The general steps in the DAG are:

  1. Combine data from your two source tables. You use a transform() function since you are running a SQL statement on tables that already exist in our database. You define the source tables with the Table() parameter when you call the function (center_1=Table('ADOPTION_CENTER_1', conn_id="snowflake", schema='SANDBOX_KENTEND')).
  2. Run another transform() function to clean the data; you don't report on guinea pig adoptions in this example, so you'll remove them from the dataset. Each transform function will store results in a table in your database. You can specify an output_table to store the results in a specific table, or you can let the SDK create a table in a default temporary schema for you by not defining any output.
  3. Transform the data by pivoting using Python. Pivoting is notoriously difficult in Snowflake, so you seamlessly switch to Pandas. In this task you specify an output_table that you want the results stored in.
  4. Append the results to an existing reporting table using the append function. Because you pass the results of the previous function (aggregated_data) to the append_data parameter, the SDK infers a dependency between the tasks. You don't need to explicitly define the dependency yourself.

By defining your task dependencies when calling the functions (for example, cleaned_data = clean_data(combined_data)), the Astro Python SDK takes care of passing all context and metadata between the tasks. The result is a DAG where you accomplished some tricky transformations without having to write a lot of Airflow code or transition between SQL and Python.

List of available Airflow decorators

There are a limited number of decorators available to use with Airflow, although more will be added in the future.
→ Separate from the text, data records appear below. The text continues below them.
"""What Cepheids and RR Lyrae stars share: from points to period, mean magnitudes, mode and an estimate."""

from __future__ import annotations

import math
from collections.abc import Callable, Mapping, Sequence
from dataclasses import dataclass, replace

import numpy as np
from numpy.typing import NDArray

from reduce.candles.budget import total_error
from reduce.candles.fourier import BandFit, coverage, fit_bands
from reduce.candles.period import FineModel, PeriodSearch, alias_note, search_period
from reduce.candles.population import PulsatorType
from reduce.candles.reddening import EXTINCTION_PER_SFD
from reduce.candles.series import BAND_SIZE, Series, series_of
from reduce.records import (
    ApparentModulus,
    BandMean,
    BudgetLine,
    Caution,
    Estimate,
    FitCurve,
    FitPoint,
    Floats,
    LightCurve,
    PeriodAlias,
    Pulsation,
    Target,
    TargetKind,
)

CERTAIN_ENOUGH = 0.9
"""A less probable period gives no distance."""
WORTH_A_WARNING = 0.99
LEAST_EVIDENCE = 8.0
"""ln of the odds against a star that only scatters."""
LEAST_LISTED = 0.001
MOST_LISTED = 8
DEFAULT_ERR_BAND = 0.02
"""Zero-point error of a band where the points state none (common practice)."""
FARTHEST_MAG = (1.4, 0.8)
"""Brighter and fainter than the median in V; the largest catalogued amplitudes are about 1.5 mag."""
LARGEST_SCATTER = 0.2
"""Of the amplitude; more is no single star's pulsation."""
LEAST_NIGHTS = 6
N_DRAWN = 101


@dataclass(frozen=True, slots=True)
class Kind:
    """What a kind of star is searched for."""

    name: TargetKind
    types: tuple[PulsatorType, ...]
    shortest_d: float
    longest_d: float


@dataclass(frozen=True, slots=True)
class Star:
    """What the light curve says before any relation."""

    target: Target
    period_d: float
    period_err_d: float
    mode: str
    means: Mapping[str, BandMean]


@dataclass(frozen=True, slots=True)
class Distance:
    """What a relation says; ``mu`` None with the reason in ``verdict``."""

    mu: float | None
    verdict: str
    scale: str = ""
    relation: str = ""
    provenance: str = ""
    moduli: tuple[ApparentModulus, ...] = ()
    budget: tuple[BudgetLine, ...] = ()
    warnings: tuple[Caution, ...] = ()


def estimate(curve: LightCurve, target: Target, kind: Kind, distance: Callable[[Star], Distance]) -> Estimate:
    """Search the period, fit the bands, and let the relation of the kind speak."""
    known = tuple(BAND_SIZE)
    ignored = sorted(set(curve.band.tolist()) - set(known))
    warnings = [Caution("band_ignored", f"nothing is known of band {', '.join(ignored)}.")] if ignored else []
    series = _of_one_star(series_of(curve, known))
    search = search_period(series, kind.shortest_d, kind.longest_d, kind.types)
    if search is None:
        why = f"cannot tell yet: {len(series)} usable points over {series.span_d:.1f} d are too few for a period."
        return _estimate(target, kind, why, tuple(warnings), n=len(series))
    if search.log_evidence < LEAST_EVIDENCE:
        why = "cannot tell yet: the points vary no more than their scatter explains, no period stands out."
        return _estimate(target, kind, why, tuple(warnings), n=len(series))
    return _with_period(curve, series, target, kind, search, warnings, distance)


def _of_one_star(series: Series) -> Series:
    """Without points that lie further from their band's median than any pulsation can take a star."""
    keep = np.ones(len(series), bool)
    for band in series.bands:
        mine = series.band == band
        away = (series.mag[mine] - np.median(series.mag[mine])) / BAND_SIZE[band]
        keep[mine] = (away > -FARTHEST_MAG[0]) & (away < FARTHEST_MAG[1])
    return series.take(keep)


def _estimate(
    target: Target, kind: Kind, verdict: str, warnings: tuple[Caution, ...], n: int, chi2: float | None = None
) -> Estimate:
    return Estimate(
        target=target.name, kind=kind.name, mu=None, mu_err=None, mu_err_fit=None, t_max=None, t_max_err=None,
        dm15=None, dm15_err=None, e_host=None, e_host_err=None, chi2=chi2, n=n, verdict=verdict, scale="",
        warnings=warnings,
    )  # fmt: skip


def _with_period(
    curve: LightCurve,
    series: Series,
    target: Target,
    kind: Kind,
    search: PeriodSearch,
    warnings: list[Caution],
    distance: Callable[[Star], Distance],
) -> Estimate:
    best = search.best
    period = 1.0 / best.frequency
    period_err = best.error * period**2
    mode = next(each for each in kind.types if each.name == best.mode)
    fits, keep = fit_bands(series, FineModel(series, mode), best.frequency)
    means = {fit.band: fit.record(_err_band(curve, series, fit.band)) for fit in fits}
    aliases = _aliases(search, series)
    warnings += _cautions(series, fits, means, aliases, search)
    star = Star(target, period, period_err, mode.name, means)
    found = distance(star)
    residual, sigma = _residuals(series, fits)
    pulsation = Pulsation(
        period_d=period, period_err_d=period_err, mode=mode.name, epoch_bjd=_epoch(fits, series),
        coverage=max(coverage((series.time[series.band == b] / period) % 1.0) for b in series.bands),
        aliases=aliases, means=tuple(means.values()), moduli=found.moduli, relation=found.relation,
        provenance=found.provenance,
    )  # fmt: skip
    result = _estimate(
        target,
        kind,
        found.verdict,
        (*warnings, *found.warnings),
        len(series),
        float(np.sum((residual / sigma)[keep] ** 2)),
    )
    result = replace(
        result, pulsation=pulsation, scale=found.scale, curves=_curves(curve, series, fits, pulsation),
        points=_points(curve, series, residual, sigma, keep, pulsation),
    )  # fmt: skip
    if best.probability < CERTAIN_ENOUGH:
        others = " or ".join(f"{alias.period_d:.5g} d ({100 * alias.probability:.0f} %)" for alias in aliases[:3])
        return replace(result, verdict=f"cannot tell yet: the period may be {others}.")
    if period > series.span_d:
        why = f"cannot tell yet: the points span {series.span_d:.3g} d, the period is about as long or longer."
        return replace(result, verdict=why)
    if found.mu is None:
        return result
    whole = total_error(found.budget)
    own = total_error(line for line in found.budget if line.component != "single star")
    return replace(result, mu=found.mu, mu_err=whole, mu_err_fit=own, budget=found.budget)


def _err_band(curve: LightCurve, series: Series, band: str) -> float:
    stated = curve.err_band[series.row[series.band == band]]
    stated = stated[np.isfinite(stated)]
    return float(np.median(stated)) if len(stated) else DEFAULT_ERR_BAND


def _aliases(search: PeriodSearch, series: Series) -> tuple[PeriodAlias, ...]:
    best = search.best.frequency
    found = []
    for place, each in enumerate(search.candidates[:MOST_LISTED]):
        if each.probability >= LEAST_LISTED:
            note = alias_note(each.frequency, best, 1.0 / series.span_d) if place else ""
            found.append(PeriodAlias(1.0 / each.frequency, each.probability, note))
    return tuple(found)


def _cautions(
    series: Series,
    fits: Sequence[BandFit],
    means: Mapping[str, BandMean],
    aliases: Sequence[PeriodAlias],
    search: PeriodSearch,
) -> list[Caution]:
    found = []
    if search.best.probability < WORTH_A_WARNING and len(aliases) > 1:
        words = ", ".join(
            f"{alias.period_d:.5g} d {100 * alias.probability:.1f} %" + (f" ({alias.note})" if alias.note else "")
            for alias in aliases[:4]
        )
        found.append(Caution("period_ambiguous", f"{words}."))
    if search.best.mode_probability < WORTH_A_WARNING:
        share = 100.0 * search.best.mode_probability
        found.append(Caution("mode_assumed", f"period and shape make it {search.best.mode} by {share:.0f} %."))
    poor = [mean for mean in means.values() if not mean.covered]
    if poor:
        words = ", ".join(f"{mean.band} ({mean.n} points, phase gap {mean.largest_gap:.2f})" for mean in poor)
        found.append(Caution("phase_coverage", f"mean magnitudes lean on the usual shape in {words}."))
    wild = [fit for fit in fits if fit.scatter > LARGEST_SCATTER * fit.amplitude()]
    if wild:
        words = ", ".join(f"{fit.band} {fit.scatter:.2f} mag" for fit in wild)
        found.append(Caution("scatter", f"the points scatter more than their errors say: {words}."))
    nights = len(set(np.floor(series.time).tolist()))
    if nights < LEAST_NIGHTS:
        found.append(Caution("few_nights", f"only {nights} nights: cycles between them may be counted wrong."))
    return found


def _epoch(fits: Sequence[BandFit], series: Series) -> float:
    """Maximum light in the band with the most points, at the cycle nearest to the middle of the series."""
    fit = max(fits, key=lambda each: (each.n, each.band))
    times = fit.time0 + fit.period_d * np.linspace(0.0, 1.0, 1000, endpoint=False)
    peak = float(times[int(np.argmin(fit.at(times)[0]))])
    middle = 0.5 * float(series.time[0] + series.time[-1])
    return peak + fit.period_d * round((middle - peak) / fit.period_d)


def _residuals(series: Series, fits: Sequence[BandFit]) -> tuple[Floats, Floats]:
    residual, sigma = np.empty(len(series)), np.empty(len(series))
    for fit in fits:
        mine = series.band == fit.band
        residual[mine] = series.mag[mine] - fit.at(series.time[mine])[0]
        sigma[mine] = np.sqrt(series.err[mine] ** 2 + series.err_night[mine] ** 2 + fit.scatter**2)
    return residual, sigma


def _points(
    curve: LightCurve,
    series: Series,
    residual: Floats,
    sigma: Floats,
    keep: NDArray[np.bool_],
    pulsation: Pulsation,
) -> tuple[FitPoint, ...]:
    phase_d = (series.time - pulsation.epoch_bjd) % pulsation.period_d
    return tuple(
        FitPoint(
            str(series.night[i]), str(series.band[i]), float(curve.mjd[series.row[i]]), float(phase_d[i]),
            float(residual[i]), float(sigma[i]), not bool(keep[i]),
        )
        for i in range(len(series))
    )  # fmt: skip


def _curves(curve: LightCurve, series: Series, fits: Sequence[BandFit], pulsation: Pulsation) -> tuple[FitCurve, ...]:
    """One cycle from the epoch on, in MJD: barycentric time differs from UTC by what it does at the nearest point."""
    times = pulsation.epoch_bjd + pulsation.period_d * np.linspace(0.0, 1.0, N_DRAWN)
    nearest = int(np.argmin(np.abs(series.time - pulsation.epoch_bjd)))
    to_mjd = float(curve.mjd[series.row[nearest]] - series.time[nearest])
    return tuple(FitCurve(fit.band, times + to_mjd, *fit.at(times)) for fit in fits)


def dust(target: Target, band: str) -> float | None:
    """A_X of the Milky Way in mag, None when its reddening is unknown."""
    if target.ebv_mw is None:
        return None
    sfd = target.ebv_mw if target.ebv_scale == "SFD" else target.ebv_mw / 0.86
    return EXTINCTION_PER_SFD[band] * sfd


def apparent_error(mean: BandMean) -> float:
    """Error of a mean magnitude with its zero point."""
    return math.hypot(mean.err, mean.err_band)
This list provides a reference of what is currently available so you don't have to dig through source code:

  • Astro Python SDK decorators
  • DAG decorator (@dag())
  • Task decorator (@task()), which creates a Python task
  • Python Virtual Env decorator (@task.virtualenv()), which runs your Python task in a virtual environment
  • Docker decorator (@task.docker()), which creates a DockerOperator task
  • TaskGroup decorator (@task_group()), which creates a TaskGroup
  • Short circuit decorator (@task.short_circuit()), which evaluates a condition and skips downstream tasks if the condition is False
  • Branch decorator (@task.branch()), which creates a branch in your DAG based on an evaluated condition
  • Kubernetes pod decorator (@task.kubernetes()), which runs a KubernetesPodOperator task

As of Airflow 2.2, you can also create your own custom task decorator.